What is required: Examine the listing below and state how many of its lines contain the word "message". Write only the number.

Material for this exercise:
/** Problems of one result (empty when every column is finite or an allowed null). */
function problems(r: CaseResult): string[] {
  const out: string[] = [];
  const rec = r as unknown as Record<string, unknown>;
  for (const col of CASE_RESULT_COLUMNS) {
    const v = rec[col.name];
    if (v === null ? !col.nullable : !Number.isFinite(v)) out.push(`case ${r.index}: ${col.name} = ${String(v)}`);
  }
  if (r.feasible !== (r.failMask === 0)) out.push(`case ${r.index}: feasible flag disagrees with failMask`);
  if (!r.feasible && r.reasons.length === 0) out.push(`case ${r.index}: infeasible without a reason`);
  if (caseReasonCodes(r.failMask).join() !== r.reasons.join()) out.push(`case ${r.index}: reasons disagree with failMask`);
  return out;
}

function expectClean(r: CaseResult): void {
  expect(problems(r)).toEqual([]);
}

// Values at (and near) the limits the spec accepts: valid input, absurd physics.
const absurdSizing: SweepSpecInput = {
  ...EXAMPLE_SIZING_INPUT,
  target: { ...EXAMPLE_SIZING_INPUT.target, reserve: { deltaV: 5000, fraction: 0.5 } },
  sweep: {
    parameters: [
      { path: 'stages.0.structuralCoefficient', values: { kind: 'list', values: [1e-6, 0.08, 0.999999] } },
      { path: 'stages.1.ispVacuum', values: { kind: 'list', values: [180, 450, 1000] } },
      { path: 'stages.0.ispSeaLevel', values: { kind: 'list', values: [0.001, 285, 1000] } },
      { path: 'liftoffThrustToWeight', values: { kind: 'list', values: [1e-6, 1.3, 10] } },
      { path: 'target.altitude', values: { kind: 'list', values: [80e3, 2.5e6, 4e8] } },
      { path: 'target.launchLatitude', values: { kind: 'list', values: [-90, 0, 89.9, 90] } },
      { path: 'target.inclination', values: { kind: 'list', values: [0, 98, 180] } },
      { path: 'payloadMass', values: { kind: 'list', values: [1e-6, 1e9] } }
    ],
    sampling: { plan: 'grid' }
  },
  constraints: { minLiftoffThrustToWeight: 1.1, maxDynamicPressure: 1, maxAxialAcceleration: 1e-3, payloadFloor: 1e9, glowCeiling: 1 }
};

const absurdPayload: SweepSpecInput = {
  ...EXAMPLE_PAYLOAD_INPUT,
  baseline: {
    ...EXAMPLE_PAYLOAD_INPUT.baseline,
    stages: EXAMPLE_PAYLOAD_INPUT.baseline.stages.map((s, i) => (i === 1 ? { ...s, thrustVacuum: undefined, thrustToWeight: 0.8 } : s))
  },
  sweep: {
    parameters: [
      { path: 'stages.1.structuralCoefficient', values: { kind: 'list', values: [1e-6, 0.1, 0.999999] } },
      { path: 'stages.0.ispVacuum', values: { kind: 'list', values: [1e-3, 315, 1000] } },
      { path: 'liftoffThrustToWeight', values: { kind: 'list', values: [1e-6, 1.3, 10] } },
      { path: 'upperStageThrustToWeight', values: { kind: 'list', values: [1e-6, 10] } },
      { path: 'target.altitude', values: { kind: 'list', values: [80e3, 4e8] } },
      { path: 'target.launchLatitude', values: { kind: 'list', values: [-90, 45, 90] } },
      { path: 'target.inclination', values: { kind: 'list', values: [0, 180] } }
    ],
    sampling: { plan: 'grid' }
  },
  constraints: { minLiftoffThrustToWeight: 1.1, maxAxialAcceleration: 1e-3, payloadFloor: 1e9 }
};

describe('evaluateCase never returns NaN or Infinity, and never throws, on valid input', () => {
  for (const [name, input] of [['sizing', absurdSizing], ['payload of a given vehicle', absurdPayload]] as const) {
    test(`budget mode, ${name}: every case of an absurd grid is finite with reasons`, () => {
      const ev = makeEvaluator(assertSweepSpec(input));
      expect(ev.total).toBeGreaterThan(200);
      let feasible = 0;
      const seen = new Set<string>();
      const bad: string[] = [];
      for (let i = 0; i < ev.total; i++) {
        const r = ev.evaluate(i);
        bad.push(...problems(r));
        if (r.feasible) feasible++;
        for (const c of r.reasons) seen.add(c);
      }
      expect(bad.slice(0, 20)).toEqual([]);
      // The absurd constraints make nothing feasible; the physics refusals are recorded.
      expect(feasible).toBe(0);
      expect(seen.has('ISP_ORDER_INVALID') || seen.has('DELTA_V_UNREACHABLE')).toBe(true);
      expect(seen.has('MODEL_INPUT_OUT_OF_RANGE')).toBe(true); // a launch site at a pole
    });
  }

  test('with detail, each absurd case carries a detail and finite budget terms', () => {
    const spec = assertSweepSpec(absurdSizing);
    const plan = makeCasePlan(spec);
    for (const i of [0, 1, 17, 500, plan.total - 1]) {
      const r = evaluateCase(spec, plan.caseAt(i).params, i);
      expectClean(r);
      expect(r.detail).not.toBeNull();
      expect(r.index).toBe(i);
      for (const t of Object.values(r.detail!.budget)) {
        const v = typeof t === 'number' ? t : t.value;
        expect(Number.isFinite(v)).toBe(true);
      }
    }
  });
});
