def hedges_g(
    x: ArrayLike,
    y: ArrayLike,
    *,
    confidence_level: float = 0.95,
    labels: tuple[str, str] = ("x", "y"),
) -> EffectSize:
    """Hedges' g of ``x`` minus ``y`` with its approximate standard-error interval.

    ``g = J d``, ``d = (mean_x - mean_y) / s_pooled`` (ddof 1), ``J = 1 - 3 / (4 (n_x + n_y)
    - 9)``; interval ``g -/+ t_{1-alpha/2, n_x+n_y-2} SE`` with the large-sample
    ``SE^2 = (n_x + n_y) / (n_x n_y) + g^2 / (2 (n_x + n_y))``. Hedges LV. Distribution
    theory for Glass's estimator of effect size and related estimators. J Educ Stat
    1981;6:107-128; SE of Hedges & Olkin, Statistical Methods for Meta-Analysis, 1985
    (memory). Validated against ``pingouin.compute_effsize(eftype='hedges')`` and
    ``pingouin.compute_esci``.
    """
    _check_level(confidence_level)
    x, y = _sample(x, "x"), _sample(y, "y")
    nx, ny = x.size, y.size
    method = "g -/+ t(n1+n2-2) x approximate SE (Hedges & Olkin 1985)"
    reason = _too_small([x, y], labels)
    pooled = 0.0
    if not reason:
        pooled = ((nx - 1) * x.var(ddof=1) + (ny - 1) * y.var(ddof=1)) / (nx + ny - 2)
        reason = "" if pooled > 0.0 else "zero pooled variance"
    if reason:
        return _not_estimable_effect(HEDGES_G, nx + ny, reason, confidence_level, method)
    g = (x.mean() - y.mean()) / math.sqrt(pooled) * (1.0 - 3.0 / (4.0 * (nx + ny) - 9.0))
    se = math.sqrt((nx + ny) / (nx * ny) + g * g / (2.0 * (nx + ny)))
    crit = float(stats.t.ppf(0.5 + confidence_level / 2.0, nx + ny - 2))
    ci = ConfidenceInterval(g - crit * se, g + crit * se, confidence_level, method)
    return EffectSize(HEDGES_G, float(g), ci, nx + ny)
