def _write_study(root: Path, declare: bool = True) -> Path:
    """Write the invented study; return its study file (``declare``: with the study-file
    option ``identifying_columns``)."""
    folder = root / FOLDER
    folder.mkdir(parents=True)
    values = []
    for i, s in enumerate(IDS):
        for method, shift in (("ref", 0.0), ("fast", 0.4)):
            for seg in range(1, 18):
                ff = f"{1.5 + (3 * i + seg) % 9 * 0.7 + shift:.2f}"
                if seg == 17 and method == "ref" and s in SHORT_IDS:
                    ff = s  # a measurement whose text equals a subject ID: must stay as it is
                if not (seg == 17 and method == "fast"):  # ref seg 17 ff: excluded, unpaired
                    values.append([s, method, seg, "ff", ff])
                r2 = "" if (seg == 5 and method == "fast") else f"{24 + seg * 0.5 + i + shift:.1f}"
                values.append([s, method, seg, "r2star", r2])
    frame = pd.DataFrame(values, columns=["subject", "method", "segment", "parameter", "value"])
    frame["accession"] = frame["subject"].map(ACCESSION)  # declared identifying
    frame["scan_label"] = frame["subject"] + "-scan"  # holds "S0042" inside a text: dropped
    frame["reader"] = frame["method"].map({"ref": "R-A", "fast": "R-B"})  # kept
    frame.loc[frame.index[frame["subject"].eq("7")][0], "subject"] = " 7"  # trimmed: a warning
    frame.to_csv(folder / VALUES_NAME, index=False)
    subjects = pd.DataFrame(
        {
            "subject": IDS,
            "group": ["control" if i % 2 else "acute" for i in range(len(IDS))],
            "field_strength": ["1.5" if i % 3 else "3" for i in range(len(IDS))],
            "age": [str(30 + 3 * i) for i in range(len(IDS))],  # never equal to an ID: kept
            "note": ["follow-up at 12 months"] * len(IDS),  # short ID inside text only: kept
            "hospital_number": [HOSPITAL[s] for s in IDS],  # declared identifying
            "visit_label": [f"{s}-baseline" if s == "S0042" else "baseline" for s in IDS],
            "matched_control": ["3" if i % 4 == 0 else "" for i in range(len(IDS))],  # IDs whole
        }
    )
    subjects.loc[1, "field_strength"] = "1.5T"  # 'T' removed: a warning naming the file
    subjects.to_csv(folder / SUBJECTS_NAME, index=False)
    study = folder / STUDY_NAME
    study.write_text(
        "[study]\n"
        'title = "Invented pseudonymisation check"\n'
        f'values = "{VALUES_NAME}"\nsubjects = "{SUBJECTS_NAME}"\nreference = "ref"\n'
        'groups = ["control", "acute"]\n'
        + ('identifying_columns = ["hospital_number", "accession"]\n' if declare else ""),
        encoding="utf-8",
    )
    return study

==

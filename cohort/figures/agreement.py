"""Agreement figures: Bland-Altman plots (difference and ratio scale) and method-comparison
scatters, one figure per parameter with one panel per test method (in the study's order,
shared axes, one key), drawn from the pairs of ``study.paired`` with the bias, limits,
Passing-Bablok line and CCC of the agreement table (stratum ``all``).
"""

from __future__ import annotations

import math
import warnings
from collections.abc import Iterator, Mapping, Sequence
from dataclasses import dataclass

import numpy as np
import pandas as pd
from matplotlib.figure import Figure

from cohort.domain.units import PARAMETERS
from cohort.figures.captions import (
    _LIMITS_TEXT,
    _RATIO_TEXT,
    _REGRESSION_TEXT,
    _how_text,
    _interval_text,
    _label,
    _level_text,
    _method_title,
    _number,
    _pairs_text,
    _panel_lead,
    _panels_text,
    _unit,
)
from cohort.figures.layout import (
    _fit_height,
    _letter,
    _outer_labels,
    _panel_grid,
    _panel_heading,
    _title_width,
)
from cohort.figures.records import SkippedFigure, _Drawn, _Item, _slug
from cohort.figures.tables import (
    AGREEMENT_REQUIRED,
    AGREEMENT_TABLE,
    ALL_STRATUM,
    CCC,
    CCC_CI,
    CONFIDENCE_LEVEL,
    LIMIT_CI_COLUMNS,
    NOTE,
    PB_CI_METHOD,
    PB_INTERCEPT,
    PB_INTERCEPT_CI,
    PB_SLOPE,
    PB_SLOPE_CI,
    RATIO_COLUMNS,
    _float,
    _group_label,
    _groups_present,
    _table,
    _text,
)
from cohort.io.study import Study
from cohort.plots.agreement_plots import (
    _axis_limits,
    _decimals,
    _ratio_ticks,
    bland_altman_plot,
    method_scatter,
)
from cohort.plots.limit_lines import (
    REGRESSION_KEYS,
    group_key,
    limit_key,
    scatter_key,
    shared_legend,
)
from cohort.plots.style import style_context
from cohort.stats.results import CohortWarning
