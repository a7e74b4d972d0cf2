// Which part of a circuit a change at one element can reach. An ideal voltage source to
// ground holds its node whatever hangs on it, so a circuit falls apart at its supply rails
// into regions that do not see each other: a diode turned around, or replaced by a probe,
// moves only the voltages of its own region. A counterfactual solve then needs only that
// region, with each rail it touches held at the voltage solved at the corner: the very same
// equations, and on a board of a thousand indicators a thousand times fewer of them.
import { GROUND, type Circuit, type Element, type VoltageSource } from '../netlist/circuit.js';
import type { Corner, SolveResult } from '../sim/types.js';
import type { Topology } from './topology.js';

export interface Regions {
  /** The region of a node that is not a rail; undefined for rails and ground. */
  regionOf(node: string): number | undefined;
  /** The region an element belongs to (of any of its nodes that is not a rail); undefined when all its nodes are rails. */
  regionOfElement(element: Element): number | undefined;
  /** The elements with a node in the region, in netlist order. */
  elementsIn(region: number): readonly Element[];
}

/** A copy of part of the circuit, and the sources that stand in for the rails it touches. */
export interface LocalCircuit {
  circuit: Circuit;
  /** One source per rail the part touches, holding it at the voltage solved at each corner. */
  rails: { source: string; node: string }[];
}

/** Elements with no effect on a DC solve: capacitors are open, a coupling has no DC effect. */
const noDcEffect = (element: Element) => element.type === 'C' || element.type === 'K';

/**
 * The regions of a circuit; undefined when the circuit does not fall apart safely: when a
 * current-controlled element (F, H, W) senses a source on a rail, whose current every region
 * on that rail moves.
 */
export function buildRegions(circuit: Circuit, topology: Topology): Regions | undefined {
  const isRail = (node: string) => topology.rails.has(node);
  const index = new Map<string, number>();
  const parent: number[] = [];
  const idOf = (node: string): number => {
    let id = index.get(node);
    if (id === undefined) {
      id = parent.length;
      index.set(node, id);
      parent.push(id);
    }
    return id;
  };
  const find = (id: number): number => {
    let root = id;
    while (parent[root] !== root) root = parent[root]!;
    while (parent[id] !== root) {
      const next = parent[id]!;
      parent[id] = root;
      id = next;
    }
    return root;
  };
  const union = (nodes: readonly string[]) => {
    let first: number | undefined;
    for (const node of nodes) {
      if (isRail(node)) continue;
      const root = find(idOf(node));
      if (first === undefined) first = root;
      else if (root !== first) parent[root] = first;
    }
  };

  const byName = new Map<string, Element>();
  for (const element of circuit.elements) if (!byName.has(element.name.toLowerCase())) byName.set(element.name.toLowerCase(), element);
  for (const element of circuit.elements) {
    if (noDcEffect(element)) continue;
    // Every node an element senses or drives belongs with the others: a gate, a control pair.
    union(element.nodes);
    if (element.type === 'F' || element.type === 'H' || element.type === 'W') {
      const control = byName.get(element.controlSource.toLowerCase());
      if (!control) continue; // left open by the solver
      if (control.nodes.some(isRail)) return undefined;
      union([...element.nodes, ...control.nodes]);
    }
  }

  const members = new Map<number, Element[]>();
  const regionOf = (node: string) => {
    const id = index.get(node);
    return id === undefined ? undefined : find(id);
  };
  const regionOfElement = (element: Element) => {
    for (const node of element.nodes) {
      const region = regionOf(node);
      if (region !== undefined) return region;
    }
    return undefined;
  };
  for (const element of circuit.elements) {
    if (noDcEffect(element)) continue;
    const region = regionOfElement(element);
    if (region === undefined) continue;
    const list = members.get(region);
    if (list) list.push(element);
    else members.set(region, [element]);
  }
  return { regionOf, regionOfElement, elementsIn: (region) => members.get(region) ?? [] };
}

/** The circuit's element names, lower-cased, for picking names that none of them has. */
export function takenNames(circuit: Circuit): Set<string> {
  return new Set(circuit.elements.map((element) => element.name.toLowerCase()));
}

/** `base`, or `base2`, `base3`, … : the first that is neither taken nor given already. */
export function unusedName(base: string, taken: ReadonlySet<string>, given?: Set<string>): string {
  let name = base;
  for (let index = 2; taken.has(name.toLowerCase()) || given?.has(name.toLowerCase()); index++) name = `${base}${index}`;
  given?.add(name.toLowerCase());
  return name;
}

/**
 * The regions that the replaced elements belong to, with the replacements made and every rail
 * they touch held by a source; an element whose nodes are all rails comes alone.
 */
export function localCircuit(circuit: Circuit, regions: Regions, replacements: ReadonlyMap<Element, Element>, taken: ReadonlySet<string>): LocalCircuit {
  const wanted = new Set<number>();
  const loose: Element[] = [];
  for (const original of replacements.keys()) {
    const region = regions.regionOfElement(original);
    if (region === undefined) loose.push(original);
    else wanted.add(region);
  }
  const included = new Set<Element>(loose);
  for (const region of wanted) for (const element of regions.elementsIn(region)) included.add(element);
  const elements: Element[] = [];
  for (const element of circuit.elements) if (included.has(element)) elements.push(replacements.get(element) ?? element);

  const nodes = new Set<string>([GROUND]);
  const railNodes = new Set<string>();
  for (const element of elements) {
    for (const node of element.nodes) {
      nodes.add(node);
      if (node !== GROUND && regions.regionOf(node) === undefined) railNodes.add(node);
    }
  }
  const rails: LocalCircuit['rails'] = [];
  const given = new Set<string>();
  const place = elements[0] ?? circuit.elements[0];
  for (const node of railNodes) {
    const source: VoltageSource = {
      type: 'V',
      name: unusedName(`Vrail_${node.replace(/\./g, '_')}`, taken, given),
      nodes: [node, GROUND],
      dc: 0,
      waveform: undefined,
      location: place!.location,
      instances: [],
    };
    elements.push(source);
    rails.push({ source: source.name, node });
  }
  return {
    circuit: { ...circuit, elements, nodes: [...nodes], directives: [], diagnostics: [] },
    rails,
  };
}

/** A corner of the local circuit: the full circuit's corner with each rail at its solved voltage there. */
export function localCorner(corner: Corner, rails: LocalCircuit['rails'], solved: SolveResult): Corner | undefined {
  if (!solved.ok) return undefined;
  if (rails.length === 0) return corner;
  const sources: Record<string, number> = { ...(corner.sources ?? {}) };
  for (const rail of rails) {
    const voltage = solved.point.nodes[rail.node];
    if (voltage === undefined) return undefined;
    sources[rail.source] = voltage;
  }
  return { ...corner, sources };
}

--

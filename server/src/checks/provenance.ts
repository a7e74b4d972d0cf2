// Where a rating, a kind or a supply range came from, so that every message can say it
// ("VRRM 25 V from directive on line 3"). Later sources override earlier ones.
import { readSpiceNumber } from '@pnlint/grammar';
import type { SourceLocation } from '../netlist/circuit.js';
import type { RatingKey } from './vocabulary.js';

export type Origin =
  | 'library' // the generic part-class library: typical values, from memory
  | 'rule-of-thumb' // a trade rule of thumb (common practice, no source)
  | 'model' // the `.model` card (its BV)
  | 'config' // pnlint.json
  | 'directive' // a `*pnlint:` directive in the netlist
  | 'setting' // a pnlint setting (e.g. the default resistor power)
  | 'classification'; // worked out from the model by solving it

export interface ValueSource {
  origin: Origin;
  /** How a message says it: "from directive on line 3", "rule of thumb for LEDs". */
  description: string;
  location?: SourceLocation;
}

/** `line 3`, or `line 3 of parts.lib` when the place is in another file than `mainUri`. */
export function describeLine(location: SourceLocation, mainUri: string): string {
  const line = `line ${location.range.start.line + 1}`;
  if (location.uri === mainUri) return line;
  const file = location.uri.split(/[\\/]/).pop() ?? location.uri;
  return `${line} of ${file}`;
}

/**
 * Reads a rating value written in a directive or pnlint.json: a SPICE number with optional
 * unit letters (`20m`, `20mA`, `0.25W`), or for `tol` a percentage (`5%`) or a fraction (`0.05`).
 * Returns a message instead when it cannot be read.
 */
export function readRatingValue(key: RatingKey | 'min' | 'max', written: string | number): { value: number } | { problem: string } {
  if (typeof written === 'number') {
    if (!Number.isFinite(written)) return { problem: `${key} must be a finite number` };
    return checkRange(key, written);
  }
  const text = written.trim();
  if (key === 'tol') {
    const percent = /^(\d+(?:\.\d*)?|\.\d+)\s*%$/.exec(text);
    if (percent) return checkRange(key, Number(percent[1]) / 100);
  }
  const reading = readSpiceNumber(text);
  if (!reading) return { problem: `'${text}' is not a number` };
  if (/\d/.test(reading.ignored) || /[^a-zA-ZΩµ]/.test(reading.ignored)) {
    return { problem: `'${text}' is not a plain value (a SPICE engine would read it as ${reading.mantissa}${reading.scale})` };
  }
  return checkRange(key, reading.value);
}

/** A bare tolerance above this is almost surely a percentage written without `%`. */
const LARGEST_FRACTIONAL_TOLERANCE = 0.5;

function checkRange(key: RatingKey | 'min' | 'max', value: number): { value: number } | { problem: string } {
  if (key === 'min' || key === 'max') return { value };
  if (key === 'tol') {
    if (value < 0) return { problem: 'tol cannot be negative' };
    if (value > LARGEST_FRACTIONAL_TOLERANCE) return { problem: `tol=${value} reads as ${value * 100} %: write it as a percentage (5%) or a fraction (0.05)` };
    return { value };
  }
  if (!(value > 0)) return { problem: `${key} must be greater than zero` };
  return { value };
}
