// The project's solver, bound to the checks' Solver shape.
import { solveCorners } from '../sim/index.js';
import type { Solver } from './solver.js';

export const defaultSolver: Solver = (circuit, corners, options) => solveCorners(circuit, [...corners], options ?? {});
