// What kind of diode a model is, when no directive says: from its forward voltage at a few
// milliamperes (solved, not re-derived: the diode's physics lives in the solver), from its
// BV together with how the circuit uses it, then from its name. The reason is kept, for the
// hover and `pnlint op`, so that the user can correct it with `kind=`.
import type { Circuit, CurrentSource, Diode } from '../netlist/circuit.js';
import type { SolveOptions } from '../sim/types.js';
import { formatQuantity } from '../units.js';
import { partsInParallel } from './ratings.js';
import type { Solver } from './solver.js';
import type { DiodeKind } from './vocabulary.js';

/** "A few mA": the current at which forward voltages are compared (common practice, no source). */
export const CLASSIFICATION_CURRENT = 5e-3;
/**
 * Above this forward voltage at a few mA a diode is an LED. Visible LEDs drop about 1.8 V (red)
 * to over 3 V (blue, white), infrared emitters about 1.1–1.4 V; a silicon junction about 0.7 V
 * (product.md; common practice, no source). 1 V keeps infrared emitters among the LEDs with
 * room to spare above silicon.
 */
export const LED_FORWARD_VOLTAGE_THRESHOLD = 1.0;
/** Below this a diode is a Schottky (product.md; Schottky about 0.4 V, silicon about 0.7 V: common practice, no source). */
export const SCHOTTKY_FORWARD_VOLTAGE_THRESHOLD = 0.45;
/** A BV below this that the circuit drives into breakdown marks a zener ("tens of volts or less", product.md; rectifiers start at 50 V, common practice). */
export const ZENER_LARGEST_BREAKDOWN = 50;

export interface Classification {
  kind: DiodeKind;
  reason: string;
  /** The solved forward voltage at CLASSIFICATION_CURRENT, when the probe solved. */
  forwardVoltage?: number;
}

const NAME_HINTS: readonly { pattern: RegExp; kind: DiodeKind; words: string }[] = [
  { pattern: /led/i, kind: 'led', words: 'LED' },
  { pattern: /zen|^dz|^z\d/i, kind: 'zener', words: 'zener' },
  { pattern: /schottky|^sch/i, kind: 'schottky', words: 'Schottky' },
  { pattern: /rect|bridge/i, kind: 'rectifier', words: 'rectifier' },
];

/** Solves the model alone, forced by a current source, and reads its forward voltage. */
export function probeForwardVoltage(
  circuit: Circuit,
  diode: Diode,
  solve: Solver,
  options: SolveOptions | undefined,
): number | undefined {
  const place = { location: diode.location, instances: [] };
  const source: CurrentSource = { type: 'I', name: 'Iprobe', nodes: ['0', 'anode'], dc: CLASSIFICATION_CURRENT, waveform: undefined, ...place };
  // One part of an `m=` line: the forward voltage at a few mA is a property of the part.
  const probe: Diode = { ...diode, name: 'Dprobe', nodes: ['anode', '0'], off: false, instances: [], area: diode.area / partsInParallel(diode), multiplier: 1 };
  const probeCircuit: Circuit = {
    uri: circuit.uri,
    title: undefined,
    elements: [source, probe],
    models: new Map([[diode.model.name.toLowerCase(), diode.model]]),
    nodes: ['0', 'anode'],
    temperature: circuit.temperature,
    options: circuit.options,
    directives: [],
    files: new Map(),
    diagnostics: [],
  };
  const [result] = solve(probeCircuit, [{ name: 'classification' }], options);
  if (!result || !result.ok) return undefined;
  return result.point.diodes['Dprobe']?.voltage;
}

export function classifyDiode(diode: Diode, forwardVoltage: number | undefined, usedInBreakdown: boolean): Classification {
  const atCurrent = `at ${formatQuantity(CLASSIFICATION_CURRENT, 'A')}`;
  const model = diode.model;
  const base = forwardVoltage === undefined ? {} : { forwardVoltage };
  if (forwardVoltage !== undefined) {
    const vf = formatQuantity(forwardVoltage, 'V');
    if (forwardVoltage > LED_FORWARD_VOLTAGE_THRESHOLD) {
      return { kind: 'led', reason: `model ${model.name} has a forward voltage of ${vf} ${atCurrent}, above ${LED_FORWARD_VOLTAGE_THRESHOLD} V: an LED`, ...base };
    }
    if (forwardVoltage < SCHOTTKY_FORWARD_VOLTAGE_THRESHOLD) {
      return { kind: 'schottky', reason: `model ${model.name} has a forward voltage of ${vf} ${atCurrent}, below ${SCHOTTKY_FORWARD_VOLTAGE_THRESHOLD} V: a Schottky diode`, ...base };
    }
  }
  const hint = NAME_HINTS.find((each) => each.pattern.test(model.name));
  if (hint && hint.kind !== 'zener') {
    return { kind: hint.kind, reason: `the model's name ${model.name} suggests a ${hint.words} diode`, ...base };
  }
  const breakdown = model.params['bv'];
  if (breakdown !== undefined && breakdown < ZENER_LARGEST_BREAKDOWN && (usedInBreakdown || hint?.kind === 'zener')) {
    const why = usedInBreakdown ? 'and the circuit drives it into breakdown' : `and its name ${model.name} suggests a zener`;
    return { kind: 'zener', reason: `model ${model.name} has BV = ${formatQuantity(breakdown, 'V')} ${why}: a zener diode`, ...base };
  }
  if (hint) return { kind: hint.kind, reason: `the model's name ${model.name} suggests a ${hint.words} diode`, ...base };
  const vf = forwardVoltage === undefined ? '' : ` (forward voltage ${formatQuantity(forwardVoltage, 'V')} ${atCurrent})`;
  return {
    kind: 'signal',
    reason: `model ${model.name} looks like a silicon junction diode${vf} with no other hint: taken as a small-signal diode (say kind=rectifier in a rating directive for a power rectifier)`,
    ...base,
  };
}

Answer space: 3